Virus relief bill still a work in progress as time wanes
McConnell promises GOP proposal will be ready on Monday
WASHINGTON — Negotiations over the next COVID-19 rescue bill were in flux Friday after the White House floated cutting an unemployment benefits boost to as little as $100 and President Donald Trump turned to a new priority, adding money to build a new FBI headquarters.
Senate Majority Leader Mitch McConnell sent senators home, promising a Republican proposal would be ready Monday. Outraged Democrats warned that time is wasting on GOP infighting as the virus worsens, jobless aid expires and the death toll rises.
“We call upon Leader McConnell to get serious,” said House Speaker Nancy Pelosi of California and Senate Democratic leader Chuck Schumer of New York in a statement.
During a head-spinning week of start-and-stop progress, McConnell abruptly halted the rollout of Republicans’ $1 trillion plan, which was supposed to provide a counteroffer to Democrats’ $3 trillion bill in an opening bid for negotiations. Plans shifted after Trump was forced to abandon his push for a payroll tax break, which his party opposed, and the White House turned to the new priorities.
As Republicans struggled, the nation’s infections topped 4 million, the number of deaths rose this week by several thousands, to more than 145,000, and the $600 unemployment benefit boost for millions of out-of-work Americans was put on track to expire.

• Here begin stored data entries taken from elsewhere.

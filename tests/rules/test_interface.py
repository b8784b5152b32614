"""The rule interface: what a declaration may say, and how a wrong one is refused."""

from __future__ import annotations

import math

import pytest

from plastic.errors import RuleError
from plastic.parameters import parameter
from plastic.rules._interface import HOOKS, Changes, Rule, State, Trace, state, trace, weight

FREE = {"low": -math.inf, "high": math.inf}


class Counter(Rule):
    """A rule that counts."""

    step: float = parameter(0.5, "1", source="ours")
    begin: float = parameter(2.0, "1", source="ours")
    tau: float = parameter(20.0, "ms", low=1, source="ours")

    amplitudes = ("step",)

    v = weight("begin", low=0.0, high=100.0)
    u = weight(1.0, low=0.0, high=100.0)
    seen = state(0.0)
    level = state("begin", scope="cell")
    x = trace("pre", tau="tau", jump="set")
    y = trace("post", tau=30.0)

    def at_pre(self, x: float, y: float, seen: float, level: float, t: float) -> Changes:
        """Everything of an input hook."""
        return {"v": self.step * x, "seen": 1.0}

    def at_post(self, x: float, amplitude: float) -> Changes:
        """A second hook."""
        return {"u": self.step * x * amplitude}

    def cell_at_post(self, y: float, level: float, t: float) -> Changes:
        """Everything of a cell hook."""
        return {"level": self.step * y}

    def flow(self, dt: float, v: float, seen: float) -> Changes:
        """An input's flow."""
        return {"v": 0.0 * dt}

    def cell_flow(self, dt: float, level: float) -> Changes:
        """The cell's flow."""
        return {"level": 0.0 * dt}


def declared(**body: object) -> type[Rule]:
    """Return a rule of one weight and one hook, with `body` over it."""

    def at_pre(self: Rule) -> Changes:
        return {"w": 0.0}

    whole = {"__doc__": "A rule.", "w": weight(1.0, low=0.0, high=2.0), "at_pre": at_pre, **body}
    return type("Wrong", (Rule,), {k: v for k, v in whole.items() if v is not None})


def test_the_plain_declaration_of_these_tests_is_accepted() -> None:
    assert list(declared().weights) == ["w"]


def test_variables_are_found_by_kind_and_know_their_names() -> None:
    assert {n: w.name for n, w in Counter.weights.items()} == {"v": "v", "u": "u"}
    assert Counter.states == {
        "seen": State(0.0, "input", "seen"),
        "level": State("begin", "cell", "level"),
    }
    assert Counter.traces == {
        "x": Trace("pre", "tau", "set", "x"),
        "y": Trace("post", 30.0, "add", "y"),
    }


def test_variables_are_no_attributes_of_the_instance() -> None:
    assert not {"v", "seen", "level", "x"} & set(dir(Counter()))


def test_hooks_list_their_arguments_without_self() -> None:
    assert Counter.hooks() == {
        "at_pre": ("x", "y", "seen", "level", "t"),
        "at_post": ("x", "amplitude"),
        "cell_at_post": ("y", "level", "t"),
        "flow": ("dt", "v", "seen"),
        "cell_flow": ("dt", "level"),
    }


def test_a_declared_number_is_itself_or_the_parameter_it_names() -> None:
    rule = Counter(begin=3.0)
    assert (rule.number(1.5), rule.number("begin")) == (1.5, 3.0)


def test_the_default_factor_is_the_first_weight_over_its_start() -> None:
    rule = Counter(begin=4.0)
    assert rule.factor(v=4.0, u=9.0) == 1.0
    assert rule.factor(v=6.0, u=9.0) == 1.5


def test_the_summary_is_the_first_line() -> None:
    assert Counter.summary() == "A rule that counts."


def test_a_rule_without_a_weight_is_refused() -> None:
    with pytest.raises(RuleError, match="Wrong: a rule needs at least one weight"):
        declared(w=None)


def test_a_rule_without_a_hook_is_refused() -> None:
    with pytest.raises(RuleError, match="Wrong: a rule needs a hook; known hooks are at_pre, "):
        declared(at_pre=None)


def test_a_rule_is_final() -> None:
    with pytest.raises(RuleError, match="Heir: a rule needs at least one weight"):
        type("Heir", (Counter,), {})


@pytest.mark.parametrize("name", ["at_spike", "at_presynaptic", "cell_at_pre", "cell_step"])
def test_an_unknown_hook_is_refused(name: str) -> None:
    with pytest.raises(RuleError, match=rf"Wrong\.{name}: no such hook; known hooks are at_pre"):
        declared(**{name: lambda self: {}})


def test_the_refusal_of_a_hook_lists_them_all() -> None:
    with pytest.raises(RuleError) as caught:
        declared(at_spike=lambda self: {})
    assert all(hook in str(caught.value) for hook in HOOKS)


def wants_r1(self: Rule, r1: float) -> Changes:
    return {"w": r1}


def wants_theta(self: Rule, theta: float) -> Changes:
    return {"theta": theta}


def wants_w(self: Rule, w: float) -> Changes:
    return {"w": w}


def wants_dt(self: Rule, dt: float) -> Changes:
    return {"w": dt}


def wants_amplitude(self: Rule, amplitude: float) -> Changes:
    return {"w": amplitude}


OF_CELL = {"theta": state(0.0, scope="cell")}
OF_PRE = {"r1": trace("pre", tau=20.0)}


@pytest.mark.parametrize(
    ("body", "said"),
    [
        ({"at_pre": wants_r1}, r"at_pre: nothing is called 'r1' there; known names are t, w$"),
        ({"at_pre": wants_dt}, r"at_pre: nothing is called 'dt' there; known names are t, w$"),
        ({"at_pre": wants_amplitude}, "at_pre: nothing is called 'amplitude' there"),
        ({"flow": wants_r1, **OF_PRE}, "flow: nothing is called 'r1' there"),
        ({"flow": wants_theta, **OF_CELL}, "flow: nothing is called 'theta' there"),
        ({"cell_flow": wants_w}, "cell_flow: nothing is called 'w' there"),
        ({"cell_at_post": wants_w}, "cell_at_post: nothing is called 'w' there"),
        ({"cell_at_post": wants_r1, **OF_PRE}, "cell_at_post: nothing is called 'r1' there"),
    ],
    ids=[
        "undeclared",
        "dt at an event",
        "amplitude before a spike of the cell",
        "trace in flow",
        "cell in flow",
        "weight in cell flow",
        "weight at the cell",
        "pre trace at the cell",
    ],
)
def test_an_argument_that_nobody_provides_is_refused(body: dict[str, object], said: str) -> None:
    with pytest.raises(RuleError, match=said):
        declared(**body)


@pytest.mark.parametrize(
    "body",
    [
        {"w": weight(1.0, low="w_min", high=2.0)},
        {"w": weight(1.0, low=0.0, high="w_max")},
        {"w": weight("w_0", low=0.0, high=2.0)},
        {"r1": trace("pre", tau="tau_plus")},
        {"theta": state("theta_0", scope="cell")},
    ],
    ids=["low", "high", "start", "tau", "start of a state"],
)
def test_a_number_that_names_no_parameter_is_refused(body: dict[str, object]) -> None:
    with pytest.raises(
        RuleError, match=r"Wrong: '(w|tau|theta)_[a-z0]+' is no parameter of the rule"
    ):
        declared(**body)


def test_an_amplitude_that_is_no_parameter_is_refused() -> None:
    with pytest.raises(RuleError, match="Wrong: amplitude 'a_plus' is no parameter of the rule"):
        declared(amplitudes=("a_plus",))


def test_a_rate_power_that_is_of_no_parameter_is_refused() -> None:
    with pytest.raises(RuleError, match="Wrong: rate power 'eta' is no parameter of the rule"):
        declared(rate_powers={"eta": -2})


def test_an_exemption_without_a_reason_is_refused() -> None:
    with pytest.raises(RuleError, match="Wrong: the exemption from 'silence' needs a reason"):
        declared(exempt={"silence": " "})


def test_a_rule_that_reads_rates_needs_its_window() -> None:
    with pytest.raises(RuleError, match="needs the parameter 'window'"):
        declared(reads="rates")


def test_a_trace_follows_pre_or_post() -> None:
    with pytest.raises(RuleError, match="a trace follows 'pre' or 'post', not 'voltage'"):
        trace("voltage", tau=20.0)  # type: ignore[arg-type]


def test_a_trace_adds_or_sets() -> None:
    with pytest.raises(RuleError, match="a trace's jump is 'add' or 'set', not 'grow'"):
        trace("pre", tau=20.0, jump="grow")  # type: ignore[arg-type]


def test_a_state_belongs_to_an_input_or_to_the_cell() -> None:
    with pytest.raises(RuleError, match="cells"):
        declared(theta=state(0.0, scope="cells"))  # type: ignore[arg-type]
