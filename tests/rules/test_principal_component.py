"""Oja's rule: growth, decay, length, window."""

from __future__ import annotations

import numpy as np
import pytest

from plastic import impose, present
from plastic.rules.principal_component import PrincipalComponent

BURST = [10.0, 20.0, 30.0]


def on_spikes(rule: PrincipalComponent, pre: object, post: object, **options: object) -> np.ndarray:
    return impose(rule, pre, post, compiled=False, **options).w.values[0]  # type: ignore[arg-type]


def test_it_grows_with_both_rates_and_decays_with_the_square_of_the_cells() -> None:
    rule = PrincipalComponent(eta=0.1, alpha=0.5)
    assert rule.at_presentation(3.0, 4.0, w=0.0) == {"w": pytest.approx(0.1 * 4 * 3)}
    assert rule.at_presentation(0.0, 4.0, w=2.0) == {"w": pytest.approx(-0.1 * 16 * 0.5 * 2)}


def test_a_silent_cell_does_not_change() -> None:
    assert PrincipalComponent().at_presentation(50.0, 0.0, w=2.0) == {"w": 0.0}


@pytest.mark.parametrize("alpha", [0.25, 1.0, 4.0])
def test_alpha_sets_the_length(alpha: float) -> None:
    """One direction of unit variance: |w| goes to 1 / sqrt(alpha) (derived)."""
    rule = PrincipalComponent.from_set("patterns", eta=0.1 / alpha**0.5, alpha=alpha)
    found = present(rule, [[1.0, 0.0], [-1.0, 0.0]], presentations=400, start=[0.2, 0.3])
    assert np.linalg.norm(found.weight.values[-1, :1]) == pytest.approx(alpha**-0.5, rel=1e-9)


def test_one_window_counts_spikes_into_rates() -> None:
    """One pre and three post spikes in 100 ms are 10 and 30 Hz."""
    rule = PrincipalComponent()
    w = on_spikes(rule, [0.0], BURST, end=100.0)
    assert w[-1] - 1 == pytest.approx(rule.eta * 30 * (10 - rule.alpha * 30), rel=1e-9)


def test_sixty_bursts_about_double_the_weight_and_many_rest_where_the_docstring_says() -> None:
    starts = 200.0 * np.arange(3000)
    post = (starts[:, None] + np.array(BURST)).ravel()
    w = on_spikes(PrincipalComponent(), starts, post, readings=[60 * 200, 6e5])
    assert 1.7 < w[0] < 2.3
    assert w[1] == pytest.approx(10 / (0.1 * 30), rel=1e-6)


def test_a_silent_input_decays_only_while_the_cell_fires() -> None:
    found = impose(PrincipalComponent(), {"silent": [], "active": [0.0]}, BURST, compiled=False)
    assert float(found.w.sel(input="silent")[-1]) < 1.0
    alone = impose(PrincipalComponent(), {"silent": [], "active": [0.0]}, [], compiled=False)
    assert (alone.w == 1.0).all()


def test_it_is_blind_to_the_order_of_spikes_in_a_window() -> None:
    forward = on_spikes(PrincipalComponent(), [0.0], BURST)
    backward = on_spikes(PrincipalComponent(), [30.0], [0.0, 10.0, 20.0])
    assert forward[-1] == backward[-1] != 1.0


@pytest.mark.parametrize(("w_min", "w_max", "sign", "end"), [(-3, 2, 1, 2.0), (-3, 2, -1, -3.0)])
def test_a_signed_weight_stops_at_its_bounds(
    w_min: float, w_max: float, sign: float, end: float
) -> None:
    rule = PrincipalComponent.from_set("patterns", eta=1, alpha=0, w_min=w_min, w_max=w_max)
    found = present(rule, [[1.0, sign * 100.0]], presentations=5, start=[1.0, sign * 0.1])
    assert found.weight.values[-1, 1] == end


def test_the_pattern_set_is_the_published_rule() -> None:
    """Oja 1982 (abstract looked up): dw = eta y (x - y w)."""
    rule = PrincipalComponent.from_set("patterns", eta=0.5)
    assert rule.at_presentation(3.0, 2.0, w=0.25) == {"w": 0.5 * 2 * (3 - 2 * 0.25)}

As McConnell shuttered the Senate, he promised to return with “a strong, targeted piece of legislation aimed directly at the challenges we face right now.”
The GOP leader, who is up for reelection in November alongside Trump, dashed home to Kentucky for an event with the nation’s drug czar, Jim Carroll, in a part of Appalachia confronting opioid addiction. Kentucky has faced skyrocketing overdose deaths.
One sticking point for Republicans trying to resolve their differences with the White House is how to cut the $600 weekly jobless benefit boost that is expiring.
Republicans largely believe the add-on, which had been approved in an earlier aid bill, is too robust and becoming a disincentive for returning to work. In some situations, the boost gives the unemployed more money than if they were working.
Under McConnell’s plan, senators proposed cutting it to $200 and then transitioning over the next few months to a new system more closely linked to a state’s own payment levels.
An administration official granted anonymity to discuss the private talks said the White House viewed the Senate GOP’s proposal as too “cumbersome” and the $200 boost as too high.
A number of solutions were being discussed, the official said Thursday, including dropping the addon payment to $100.
Democrats warned time is running out. The benefit officially expires Friday, but due to the way states process unemployment payments, the cutoff was effectively Aug. 1.
Rep. Richard Neal, DN.J., chairman of the House Ways & Means Committee, said the nation is on “the eve of an economic catastrophe.”
“People need the sustenance of day-to-day life,” Neal said at the Capitol. He said the extra aid not only helps cash-strapped families, but is key to fueling the economy as Americans go without paychecks.
The unemployment debate is only one of many issues dividing Republicans as they enter negotiations with Democrats over how best to respond to the prolonged coronavirus crisis and devastating economic fallout.
McConnell’s emerging CARES Act II, named after the earlier effort, was expected to include a fresh round of direct $1,200 cash payments to Americans — a repeat of the money sent in spring — along with $105 billion to help reopen schools, $25 billion for virus testing and McConnell’s top priority of a liability shield to protect businesses, hospitals and others against COVID-19 lawsuits.
Trump was pushing the payroll tax break, but Senate Republicans didn’t want to include it because they say it does little to help out-of-work Americans. It would also pull revenue away from the tax that funds Social Security and Medicare.
The president relented, but the White House also inserted new priorities — rethinking the jobless benefit and Trump’s preference for a new building to replace the FBI’s aging J. Edgar Hoover Building in downtown Washington, across the street from the newer Trump hotel.
“This is disarray,” Pelosi said Friday at the Capitol.
The next steps are uncertain after days of closeddoor GOP negotiations at the Capitol with top White House officials, Treasury Secretary Steven Mnuchin and Mark Meadows, the White House chief of staff.